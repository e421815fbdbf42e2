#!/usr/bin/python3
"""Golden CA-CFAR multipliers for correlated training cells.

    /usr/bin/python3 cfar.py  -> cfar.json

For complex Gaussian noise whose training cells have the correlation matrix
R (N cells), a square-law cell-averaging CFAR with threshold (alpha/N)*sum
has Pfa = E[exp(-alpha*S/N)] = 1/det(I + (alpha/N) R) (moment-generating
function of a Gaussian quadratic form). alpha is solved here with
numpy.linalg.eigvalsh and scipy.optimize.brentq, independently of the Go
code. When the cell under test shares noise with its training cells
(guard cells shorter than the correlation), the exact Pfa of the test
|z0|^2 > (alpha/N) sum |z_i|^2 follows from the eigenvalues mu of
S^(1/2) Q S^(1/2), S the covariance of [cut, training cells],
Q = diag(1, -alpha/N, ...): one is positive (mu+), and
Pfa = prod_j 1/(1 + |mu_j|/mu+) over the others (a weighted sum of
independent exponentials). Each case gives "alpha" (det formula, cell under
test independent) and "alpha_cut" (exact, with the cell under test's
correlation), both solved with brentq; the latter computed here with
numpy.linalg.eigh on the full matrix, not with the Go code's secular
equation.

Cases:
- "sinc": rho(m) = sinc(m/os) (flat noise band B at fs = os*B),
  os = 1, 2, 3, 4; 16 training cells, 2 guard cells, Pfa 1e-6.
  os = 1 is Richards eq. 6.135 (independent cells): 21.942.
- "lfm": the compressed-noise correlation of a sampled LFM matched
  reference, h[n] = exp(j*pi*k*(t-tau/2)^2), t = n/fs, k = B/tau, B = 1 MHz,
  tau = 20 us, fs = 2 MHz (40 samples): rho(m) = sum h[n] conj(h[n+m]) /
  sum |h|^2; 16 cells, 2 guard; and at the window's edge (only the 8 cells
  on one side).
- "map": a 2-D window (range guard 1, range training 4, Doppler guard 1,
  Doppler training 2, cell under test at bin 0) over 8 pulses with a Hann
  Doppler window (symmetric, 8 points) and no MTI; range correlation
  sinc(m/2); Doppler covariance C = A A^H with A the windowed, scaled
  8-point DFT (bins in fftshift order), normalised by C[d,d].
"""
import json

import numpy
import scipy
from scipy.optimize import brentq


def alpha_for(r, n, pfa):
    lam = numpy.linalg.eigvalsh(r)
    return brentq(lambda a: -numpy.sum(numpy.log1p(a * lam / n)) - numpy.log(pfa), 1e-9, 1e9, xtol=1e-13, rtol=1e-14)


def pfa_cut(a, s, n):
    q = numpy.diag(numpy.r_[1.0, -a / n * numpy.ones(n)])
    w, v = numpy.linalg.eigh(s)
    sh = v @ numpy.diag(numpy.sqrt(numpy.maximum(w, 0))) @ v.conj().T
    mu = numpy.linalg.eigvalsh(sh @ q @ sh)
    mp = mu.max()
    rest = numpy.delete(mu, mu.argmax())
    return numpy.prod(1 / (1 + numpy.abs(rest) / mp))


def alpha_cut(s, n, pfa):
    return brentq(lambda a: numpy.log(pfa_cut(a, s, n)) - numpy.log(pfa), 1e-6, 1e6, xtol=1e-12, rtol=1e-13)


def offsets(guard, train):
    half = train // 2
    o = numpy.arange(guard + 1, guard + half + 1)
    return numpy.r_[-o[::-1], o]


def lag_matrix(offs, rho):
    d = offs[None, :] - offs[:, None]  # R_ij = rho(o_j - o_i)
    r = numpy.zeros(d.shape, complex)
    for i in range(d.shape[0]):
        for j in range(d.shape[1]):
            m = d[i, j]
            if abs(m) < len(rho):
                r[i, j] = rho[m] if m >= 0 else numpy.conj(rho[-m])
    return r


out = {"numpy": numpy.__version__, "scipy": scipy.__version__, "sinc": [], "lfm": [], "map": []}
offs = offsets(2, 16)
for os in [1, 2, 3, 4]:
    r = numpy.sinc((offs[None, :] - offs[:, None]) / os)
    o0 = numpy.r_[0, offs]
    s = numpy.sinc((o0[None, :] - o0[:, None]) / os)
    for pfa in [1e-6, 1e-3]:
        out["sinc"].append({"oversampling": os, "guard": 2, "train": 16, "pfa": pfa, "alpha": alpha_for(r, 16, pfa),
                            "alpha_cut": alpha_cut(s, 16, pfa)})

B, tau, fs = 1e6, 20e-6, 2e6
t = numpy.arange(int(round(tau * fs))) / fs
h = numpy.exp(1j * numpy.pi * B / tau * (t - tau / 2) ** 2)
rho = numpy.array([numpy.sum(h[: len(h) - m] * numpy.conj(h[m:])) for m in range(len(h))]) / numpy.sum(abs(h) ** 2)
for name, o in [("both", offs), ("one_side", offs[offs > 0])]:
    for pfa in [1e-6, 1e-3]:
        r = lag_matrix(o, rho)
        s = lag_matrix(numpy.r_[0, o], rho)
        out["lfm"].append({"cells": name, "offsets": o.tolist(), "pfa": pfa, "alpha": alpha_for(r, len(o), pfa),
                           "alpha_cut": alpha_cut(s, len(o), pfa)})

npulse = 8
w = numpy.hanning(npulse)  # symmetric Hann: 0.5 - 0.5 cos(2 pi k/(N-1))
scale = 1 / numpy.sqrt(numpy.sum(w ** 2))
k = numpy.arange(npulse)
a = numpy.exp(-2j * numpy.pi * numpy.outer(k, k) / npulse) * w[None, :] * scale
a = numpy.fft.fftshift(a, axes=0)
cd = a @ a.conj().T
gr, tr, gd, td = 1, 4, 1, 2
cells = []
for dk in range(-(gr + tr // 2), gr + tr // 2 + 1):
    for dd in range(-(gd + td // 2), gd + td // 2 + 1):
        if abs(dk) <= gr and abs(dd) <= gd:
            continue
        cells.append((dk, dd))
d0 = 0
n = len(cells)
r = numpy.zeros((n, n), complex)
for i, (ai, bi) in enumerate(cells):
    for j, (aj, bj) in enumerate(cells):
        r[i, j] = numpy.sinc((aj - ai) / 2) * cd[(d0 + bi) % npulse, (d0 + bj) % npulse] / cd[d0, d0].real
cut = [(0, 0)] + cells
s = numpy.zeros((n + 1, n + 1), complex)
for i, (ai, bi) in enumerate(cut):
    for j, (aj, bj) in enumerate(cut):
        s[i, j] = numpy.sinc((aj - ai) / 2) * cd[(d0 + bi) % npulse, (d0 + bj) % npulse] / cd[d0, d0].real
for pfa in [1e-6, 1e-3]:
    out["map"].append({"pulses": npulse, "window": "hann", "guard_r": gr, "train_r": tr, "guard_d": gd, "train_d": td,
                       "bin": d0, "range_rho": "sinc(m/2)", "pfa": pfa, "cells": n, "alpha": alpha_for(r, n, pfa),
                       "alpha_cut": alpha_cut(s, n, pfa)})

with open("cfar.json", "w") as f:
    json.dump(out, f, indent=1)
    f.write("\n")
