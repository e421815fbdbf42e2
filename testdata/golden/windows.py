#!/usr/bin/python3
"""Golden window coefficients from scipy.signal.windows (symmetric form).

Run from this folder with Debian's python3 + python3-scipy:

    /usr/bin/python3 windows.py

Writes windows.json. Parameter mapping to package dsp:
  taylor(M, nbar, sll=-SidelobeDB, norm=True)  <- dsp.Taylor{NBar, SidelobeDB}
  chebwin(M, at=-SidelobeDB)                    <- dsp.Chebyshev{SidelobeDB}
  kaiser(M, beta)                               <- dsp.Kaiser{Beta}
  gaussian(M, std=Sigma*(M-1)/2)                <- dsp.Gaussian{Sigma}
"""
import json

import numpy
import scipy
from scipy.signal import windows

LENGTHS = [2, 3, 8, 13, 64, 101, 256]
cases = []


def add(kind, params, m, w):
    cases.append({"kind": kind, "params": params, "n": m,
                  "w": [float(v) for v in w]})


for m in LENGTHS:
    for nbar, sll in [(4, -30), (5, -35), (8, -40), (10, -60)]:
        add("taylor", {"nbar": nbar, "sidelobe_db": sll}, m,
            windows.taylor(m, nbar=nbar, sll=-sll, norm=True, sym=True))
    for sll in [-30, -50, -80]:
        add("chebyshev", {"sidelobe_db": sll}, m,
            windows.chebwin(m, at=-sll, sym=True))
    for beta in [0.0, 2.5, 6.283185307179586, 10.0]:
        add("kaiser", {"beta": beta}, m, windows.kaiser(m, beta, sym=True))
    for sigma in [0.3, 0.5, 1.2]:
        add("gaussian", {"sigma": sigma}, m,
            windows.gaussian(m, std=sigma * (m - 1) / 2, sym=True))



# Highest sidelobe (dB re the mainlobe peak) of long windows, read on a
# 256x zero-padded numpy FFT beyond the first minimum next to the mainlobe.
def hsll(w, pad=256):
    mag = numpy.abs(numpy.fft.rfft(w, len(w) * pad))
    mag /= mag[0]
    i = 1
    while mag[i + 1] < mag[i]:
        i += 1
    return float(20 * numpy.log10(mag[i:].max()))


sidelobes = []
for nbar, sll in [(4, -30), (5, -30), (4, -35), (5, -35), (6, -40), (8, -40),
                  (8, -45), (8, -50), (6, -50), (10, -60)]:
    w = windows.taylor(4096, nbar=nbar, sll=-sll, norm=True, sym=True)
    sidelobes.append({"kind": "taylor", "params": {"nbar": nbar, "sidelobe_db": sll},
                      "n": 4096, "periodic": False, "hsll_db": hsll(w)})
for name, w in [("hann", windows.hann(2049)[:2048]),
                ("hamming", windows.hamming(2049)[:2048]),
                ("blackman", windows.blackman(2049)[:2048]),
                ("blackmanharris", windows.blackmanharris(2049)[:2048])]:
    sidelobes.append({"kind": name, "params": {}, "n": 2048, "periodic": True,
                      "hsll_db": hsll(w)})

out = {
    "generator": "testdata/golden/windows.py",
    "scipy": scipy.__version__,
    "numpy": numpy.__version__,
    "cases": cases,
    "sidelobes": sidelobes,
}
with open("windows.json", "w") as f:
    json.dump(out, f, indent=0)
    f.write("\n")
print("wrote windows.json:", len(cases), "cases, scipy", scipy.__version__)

#### Exercise details:
Look above for the line with "rho(m) = sinc(m/os)" and the line with "a 2-D window", and reproduce exactly those two lines plus every line between, nothing more.

#### Written answer:
- "sinc": rho(m) = sinc(m/os) (flat noise band B at fs = os*B),
  os = 1, 2, 3, 4; 16 training cells, 2 guard cells, Pfa 1e-6.
  os = 1 is Richards eq. 6.135 (independent cells): 21.942.
- "lfm": the compressed-noise correlation of a sampled LFM matched
  reference, h[n] = exp(j*pi*k*(t-tau/2)^2), t = n/fs, k = B/tau, B = 1 MHz,
  tau = 20 us, fs = 2 MHz (40 samples): rho(m) = sum h[n] conj(h[n+m]) /
  sum |h|^2; 16 cells, 2 guard; and at the window's edge (only the 8 cells
  on one side).
- "map": a 2-D window (range guard 1, range training 4, Doppler guard 1,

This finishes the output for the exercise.